╭──

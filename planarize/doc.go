// Package planarize tests graphs for planarity, embeds planar ones and
// finds planar subgraphs of the others.
//
// Graphs are plain: n vertices 0..n-1 and a list of edges as pairs of
// vertex indices. Embed and IsPlanar run the left-right planarity test
// (H. de Fraysseix and P. Rosenstiehl; in the formulation of U. Brandes,
// "The Left-Right Planarity Test", 2009) in linear time with iterative
// depth-first searches; Embed returns a rotation system (Embedding) whose
// faces obey Euler's formula. Simplify turns a multigraph with loops into
// the simple graph these functions expect, and Blocks splits a graph into
// biconnected components.
//
// MaximalPlanar finds, for a non-planar graph, an inclusion-minimal set of
// edges whose removal leaves it planar (adding back any one of them breaks
// planarity), aiming for few edges: the fewest is NP-hard to find, but it
// reaches the minimum where Euler's formula gives a matching bound and on
// small blocks by exact search. FindKuratowski returns a subdivision of K5
// or K3,3 that proves a graph non-planar, which explains why an edge had to
// go.
//
// The greedy search tests each candidate edge against its block, so when
// many edges must go the time could grow with their number times the
// block's size. Two shortcuts give the same answers for less: a first try
// on the part of the block around a shortest path between the candidate's
// ends (localProof; in a near-triangulation that part already holds a
// Kuratowski subgraph), and, where what stays is a tree with a few cycles,
// a test on that graph's skeleton, its 2-core with every chain of degree-2
// vertices made one edge (skeleton). FindKuratowski likewise searches
// outward from a shortest path between the edge's ends (nearFirst), so
// certificates in big meshes stay small and quick.
//
// Inputs must be valid: endpoints in 0..n-1, and for Embed, IsPlanar,
// Blocks, MaximalPlanar and FindKuratowski no loops or repeated pairs
// (Simplify first). Every search that could be long has a work bound
// counted in steps (Budget), so results never depend on timing.
package planarize
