// TestMaximalPlanarMeshWithCluster covers a triangulated mesh with a dense
// cluster on some of its vertices: the mesh alone already has Euler's 3n-6
// edges, so at least as many edges as the cluster adds must go (the lower
// bound), and keeping the mesh reaches it. Taking the cluster's edges first
// (the dense-first order alone) removed 503 edges here, the mesh-first
// order 193 (measured when written); the check allows 5% over the bound.
func TestMaximalPlanarMeshWithCluster(t *testing.T) {
	g := graphgen.RandomTriangulation(3000, 2)
	raw := append([][2]int32(nil), g.Edges...)
	for i := range int32(20) {
		for j := i + 1; j < 20; j++ {
			raw = append(raw, [2]int32{i * 97, j * 97})
		}
	}
	edges, _ := Simplify(g.N, raw)
	res := MaximalPlanar(g.N, edges, SubgraphOptions{})
	if err := checkSubgraph(g.N, edges, res, -1); err != nil {
		t.Fatal(err)
	}
	lower := len(edges) - (3*g.N - 6)
	if res.LowerBound != lower {
		t.Errorf("lower bound %d, want Euler's %d", res.LowerBound, lower)
	}
	if len(res.Removed)*100 > lower*105 {
		t.Errorf("%d edges removed, more than 5%% over the lower bound %d", len(res.Removed), lower)
	}
}

// withStrays returns g's edges with k seeded random pairs added (loops and
// repeats possible), renumbered depth-first and simplified as the command
// gives them to MaximalPlanar.
func withStrays(g graphgen.Graph, k int, seed uint64) [][2]int32 {
	x := graphgen.WithStrays(g, k, seed)
	_, renamed, _ := order.DepthFirst(x.N, x.Edges)
	edges, _ := Simplify(x.N, renamed)
	return edges
}

// TestMaximalPlanarMeshWithStrays checks a planar mesh with a few stray
// long edges, in the vertex order a depth-first search gives (the
// command's renumbering, which puts strays among the mesh's edges): the
// 50 x 50 grid (planar: drawn on itself) and 60% of a random triangulation's
// edges, each with 10 random extra pairs. Setting aside the strays is
// enough, so at most 10 may go (the grid lost 284 of its own edges before
// edges on no triangle and no 4-cycle were taken last).
func TestMaximalPlanarMeshWithStrays(t *testing.T) {
	for _, g := range []graphgen.Graph{graphgen.Grid(50, 50), graphgen.RandomPlanar(3000, 0.6, 3)} {
		edges := withStrays(g, 10, 5)
		res := MaximalPlanar(g.N, edges, SubgraphOptions{})
		if err := checkSubgraph(g.N, edges, res, -1); err != nil {
			t.Fatal(err)
		}
		if len(res.Removed) > 10 {
			t.Errorf("%s + 10: %d edges removed, where the 10 strays would do", g.Name, len(res.Removed))
		}
	}
}

// TestMaximalPlanarComposite checks inputs made of several blocks or
// components. Skewness adds over blocks, since a graph is planar iff each
// of its blocks is (common practice), and K5 and K3,3 each need exactly one
// removal (Kuratowski 1930, and each minus an edge is planar).
func TestMaximalPlanarComposite(t *testing.T) {
	k5, k33, pet := graphgen.Complete(5), graphgen.CompleteBipartite(3, 3), graphgen.Petersen()
	bridged := graphgen.DisjointUnion(k5, k33)
	bridged.Edges = append(bridged.Edges, [2]int32{4, 5})
	bridged.Name = "K5-bridge-K3,3"
	tests := []struct {
		g    graphgen.Graph
		skew int
	}{
		{graphgen.DisjointUnion(k5, k33), 2},
		{joinAt(k5, 0, k33), 2},
		{joinAt(k33, 5, k5), 2},
		{graphgen.Relabel(joinAt(k5, 3, k33), 8), 2},
		{bridged, 2},
		{graphgen.DisjointUnion(pet, pet, pet, k5), 7},
		{joinAt(joinAt(k5, 0, k5), 0, k5), 3},
		{graphgen.DisjointUnion(k5, graphgen.RandomTriangulation(200, 1), k33, graphgen.Path(10)), 2},
		{graphgen.Relabel(graphgen.DisjointUnion(graphgen.Complete(7), graphgen.CompleteBipartite(4, 4), graphgen.Grid(5, 5)), 3), 6 + 4},
	}
	for _, tt := range tests {
		res := MaximalPlanar(tt.g.N, tt.g.Edges, SubgraphOptions{})
		if err := checkSubgraph(tt.g.N, tt.g.Edges, res, tt.skew); err != nil {
			t.Errorf("%s: %v", tt.g.Name, err)
			continue
		}
		if len(res.Removed) != tt.skew {
			t.Errorf("%s: %d removed, want %d", tt.g.Name, len(res.Removed), tt.skew)
		}
	}
}

// TestMaximalPlanarPlanarInput checks that planar graphs lose nothing.
func TestMaximalPlanarPlanarInput(t *testing.T) {
	for _, g := range []graphgen.Graph{
		{Name: "empty"}, {N: 3, Name: "isolated"}, graphgen.Complete(4), graphgen.Grid(30, 30),
		graphgen.RandomTriangulation(3000, 2), graphgen.NestedTriangles(500), graphgen.RandomTree(100, 1),
	} {
		res := MaximalPlanar(g.N, g.Edges, SubgraphOptions{Effort: 2})
		if len(res.Removed) != 0 || !res.Optimal || res.LowerBound != 0 {
			t.Errorf("%s: planar input gave %+v", g.Name, res)
		}
	}
}

// TestMaximalPlanarDeterministic checks RULES.md ("Output is
// deterministic") and the Effort contract: the same input and Effort give
// the same result, and more Effort never removes more edges, since the
// restarts keep the best (the documented intent of SubgraphOptions).
// Blocks of more than 120 edges skip the exact search and so are fast at
// any Effort; two smaller graphs exercise the exact search, which at
// Effort 0 already costs a few hundred milliseconds each.
func TestMaximalPlanarDeterministic(t *testing.T) {
	type testCase struct {
		g       graphgen.Graph
		efforts []int
	}
	all := []int{1, 2, 5}
	tests := []testCase{
		{graphgen.Petersen(), all},
		{graphgen.CompleteBipartite(5, 6), all},
		{graphgen.PlanarPlusExtra(300, 20, 1), all},
		{graphgen.RandomGnm(12, 36, 0), []int{1}},
		{graphgen.RandomGnm(24, 60, 102), []int{1}},
	}
	for seed := range uint64(8) {
		n := 42 + 6*int(seed)
		tests = append(tests, testCase{graphgen.RandomGnm(n, 3*n, seed), all}, testCase{graphgen.RandomGnm(n, 4*n, seed+100), all})
	}
	for _, tt := range tests {
		g := tt.g
		base := MaximalPlanar(g.N, g.Edges, SubgraphOptions{})
		again := MaximalPlanar(g.N, g.Edges, SubgraphOptions{})
		if !slices.Equal(base.Removed, again.Removed) || base.LowerBound != again.LowerBound || base.Optimal != again.Optimal {
			t.Errorf("%s: two runs at effort 0 differ", g.Name)
		}
		for _, effort := range tt.efforts {
			a := MaximalPlanar(g.N, g.Edges, SubgraphOptions{Effort: effort})
			if err := checkSubgraph(g.N, g.Edges, a, -1); err != nil {
				t.Errorf("%s effort %d: %v", g.Name, effort, err)
			}
			if len(a.Removed) > len(base.Removed) {
				t.Errorf("%s: effort %d removes %d edges, effort 0 only %d", g.Name, effort, len(a.Removed), len(base.Removed))
			}
			if len(tt.efforts) > 1 {
				b := MaximalPlanar(g.N, g.Edges, SubgraphOptions{Effort: effort})
				if !slices.Equal(a.Removed, b.Removed) || a.LowerBound != b.LowerBound || a.Optimal != b.Optimal {
					t.Errorf("%s effort %d: two runs differ", g.Name, effort)
				}
			}
		}
	}
}

func BenchmarkMaximalPlanar(b *testing.B) {
	const seed = 1
	for _, g := range []graphgen.Graph{
		graphgen.RandomGnm(2000, 6000, seed),
		graphgen.Complete(60),
		graphgen.PlanarPlusExtra(100000, 10, seed),
	} {
		b.Run(g.Name, func(b *testing.B) {
			for b.Loop() {
				MaximalPlanar(g.N, g.Edges, SubgraphOptions{})
			}
		})
	}
	// PlanarPlusExtra(100000, 10, seed) is this triangulation plus ten
	// edges: the ratio of the two lines is the cost of planarizing over
	// plain embedding.
	g := graphgen.RandomTriangulation(100000, seed)
	b.Run("embed-"+g.Name, func(b *testing.B) {
		for b.Loop() {
			Embed(g.N, g.Edges)
		}
	})
}

// TestMaximalPlanarProgress checks the progress reports: never falling,
// between 0 and 1, ending at 1, and without effect on the result.
func TestMaximalPlanarProgress(t *testing.T) {
	g := graphgen.PlanarPlusExtra(2000, 300, 4)
	edges, _ := Simplify(g.N, g.Edges)
	plain := MaximalPlanar(g.N, edges, SubgraphOptions{})
	var seen []float64
	watched := MaximalPlanar(g.N, edges, SubgraphOptions{Progress: func(done float64) { seen = append(seen, done) }})
	if !slices.Equal(plain.Removed, watched.Removed) {
		t.Fatalf("%d removed with progress reports, %d without", len(watched.Removed), len(plain.Removed))
	}
	if len(seen) < 3 {
		t.Fatalf("%d progress reports: %v", len(seen), seen)
	}
	for i, d := range seen {
		if d < 0 || d > 1 || i > 0 && d < seen[i-1] {
			t.Fatalf("report %d of %d is %v after %v", i, len(seen), d, seen[max(0, i-1)])
		}
	}
	if last := seen[len(seen)-1]; last != 1 {
		t.Fatalf("last report %v, want 1", last)
	}
}

// oneAtATime is the plain statement of the greedy search: from the same
// seed and the same candidates, each candidate is kept if the kept graph
// with it is planar (one whole test each), and rejected otherwise or once
// the kept graph holds Euler's bound.
func oneAtATime(gs *greedySearch, edges [][2]int32, n int) []int32 {
	kept := slices.Clone(gs.kept)
	rejected := slices.Clone(gs.rejected)
	for _, e := range gs.cand {
		if len(kept) >= gs.limit {
			rejected = append(rejected, e)
			continue
		}
		var with [][2]int32
		for _, k := range kept {
			with = append(with, edges[k])
		}
		if IsPlanar(n, append(with, edges[e])) {
			kept = append(kept, e)
		} else {
			rejected = append(rejected, e)
		}
	}
	slices.Sort(rejected)
	return rejected
}

// TestGreedyMatchesOneAtATime checks that the group testing, the local
// proofs and stopping and going on under a work budget (as bothOrders
// runs the searches) change the cost of the greedy search and nothing
// else: in both orders, from both seeds, with the proofs off and on from
// small kept graphs, the rejected edges are those of oneAtATime.
func TestGreedyMatchesOneAtATime(t *testing.T) {
	gs := []graphgen.Graph{
		graphgen.PlanarPlusExtra(300, 40, 1),
		graphgen.PlanarPlusExtra(200, 200, 2),
		graphgen.WithStrays(graphgen.RandomPlanar(400, 0.6, 3), 30, 3),
		graphgen.WithStrays(graphgen.Grid(15, 15), 25, 3),
		graphgen.RandomGnm(120, 360, 5),
		graphgen.Complete(12),
		graphgen.CompleteBipartite(6, 7),
	}
	saved := localProofSize
	defer func() { localProofSize = saved }()
	proofs := 0
	for _, from := range []int{1 << 30, 5} {
		localProofSize = from
		for _, gg := range gs {
			_, renamed, _ := order.DepthFirst(gg.N, gg.Edges)
			edges, _ := Simplify(gg.N, renamed)
			n := gg.N
			adj := newCSR(n, edges)
			limit := edgeLimit(n, edges, adj)
			start, support := analyseBlock(n, edges, adj)
			if support != nil {
				markLongCycles(n, edges, adj, support)
			}
			dense := denseSeed(n, edges, adj, start)
			for _, by := range []int{denseFirst, meshFirst} {
				ord := identity(len(edges))
				if support != nil {
					ord = bySupport(support, ord, by)
				}
				for _, seed := range []seeded{dense, {}} {
					search := func() *greedySearch { return newGreedySearch(n, edges, adj, ord, support, by, seed, limit) }
					a := search()
					want := oneAtATime(a, edges, n)
					a.run()
					if a.proof != nil {
						proofs += int(a.proof.stamp)
					}
					if got := a.result(); !slices.Equal(got, want) {
						t.Errorf("%s, proofs from %d, order %d: %d rejected, one at a time %d", gg.Name, from, by, len(got), len(want))
					}
					for _, slice := range []int64{int64(len(edges)) + 1, int64(2*len(edges)) + 3} {
						b := search()
						for rounds := 0; ; rounds++ {
							b.t.budget = &Budget{Left: slice}
							if b.run() {
								break
							}
							if rounds > 1_000_000 {
								t.Fatalf("%s: no progress with slices of %d", gg.Name, slice)
							}
						}
						if got := b.result(); !slices.Equal(got, want) {
							t.Errorf("%s, proofs from %d, order %d, slices of %d: %d rejected, one at a time %d", gg.Name, from, by, slice, len(got), len(want))
						}
					}
				}
			}
		}
	}
	if proofs == 0 {
		t.Error("no local proof was tried: the proofs are not tested")
	}
}
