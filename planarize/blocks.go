package planarize

// csr is a compact adjacency structure: the darts leaving v are
// adj[start[v]:start[v+1]]; dart 2e leaves edges[e][0], dart 2e+1 leaves
// edges[e][1].
type csr struct {
	start []int32
	adj   []int32
}

func newCSR(n int, edges [][2]int32) csr {
	var pos []int32
	return csr{}.refill(n, edges, &pos)
}

// refill is newCSR reusing g's storage, and *pos as scratch.
func (g csr) refill(n int, edges [][2]int32, pos *[]int32) csr {
	start := grow(g.start, n+1)
	clear(start)
	for _, e := range edges {
		start[e[0]+1]++
		start[e[1]+1]++
	}
	for v := 1; v <= n; v++ {
		start[v] += start[v-1]
	}
	adj := grow(g.adj, 2*len(edges))
	*pos = append((*pos)[:0], start[:n]...)
	p := *pos
	for i, e := range edges {
		adj[p[e[0]]] = int32(2 * i)
		p[e[0]]++
		adj[p[e[1]]] = int32(2*i + 1)
		p[e[1]]++
	}
	return csr{start, adj}
}

// Blocks labels each edge of the simple graph with its biconnected
// component (block), numbered from 0 in order of completion, and returns
// the labels and the number of blocks. A graph is planar if and only if
// each of its blocks is, so planarity work can be split along them. It is
// the lowpoint method of Hopcroft and Tarjan, "Efficient algorithms for
// graph manipulation", Comm. ACM 16 (1973), run with explicit stacks.
func Blocks(n int, edges [][2]int32) (block []int32, count int) {
	g := newCSR(n, edges)
	block = make([]int32, len(edges))
	disc := make([]int32, n)
	low := make([]int32, n)
	parentEdge := make([]int32, n)
	cursor := make([]int32, n)
	for v := range disc {
		disc[v] = -1
	}
	var vstack, estack []int32
	clock := int32(0)
	nb := int32(0)
	head := func(d int32) int32 { return edges[d>>1][1-d&1] }
	for s := int32(0); int(s) < n; s++ {
		if disc[s] >= 0 {
			continue
		}
		disc[s], low[s] = clock, clock
		clock++
		parentEdge[s] = -1
		cursor[s] = g.start[s]
		vstack = append(vstack, s)
		for len(vstack) > 0 {
			v := vstack[len(vstack)-1]
			if cursor[v] == g.start[v+1] {
				vstack = vstack[:len(vstack)-1]
				pe := parentEdge[v]
				if pe < 0 {
					continue
				}
				u := head(2*pe) ^ head(2*pe+1) ^ v // the other end
				low[u] = min(low[u], low[v])
				if low[v] >= disc[u] {
					for {
						e := estack[len(estack)-1]
						estack = estack[:len(estack)-1]
						block[e] = nb
						if e == pe {
							break
						}
					}
					nb++
				}
				continue
			}
			d := g.adj[cursor[v]]
			cursor[v]++
			e := d >> 1
			if e == parentEdge[v] {
				continue
			}
			w := head(d)
			switch {
			case disc[w] < 0:
				disc[w], low[w] = clock, clock
				clock++
				parentEdge[w] = e
				cursor[w] = g.start[w]
				estack = append(estack, e)
				vstack = append(vstack, w)
			case disc[w] < disc[v]:
				low[v] = min(low[v], disc[w])
				estack = append(estack, e)
			}
		}
	}
	return block, int(nb)
}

╰──

● **Exercise objective**
Taking the records above as input, show every line in which the word "bridged" is present.

● **Solution to this exercise**
	bridged := graphgen.DisjointUnion(k5, k33)
	bridged.Edges = append(bridged.Edges, [2]int32{4, 5})
	bridged.Name = "K5-bridge-K3,3"
		{bridged, 2},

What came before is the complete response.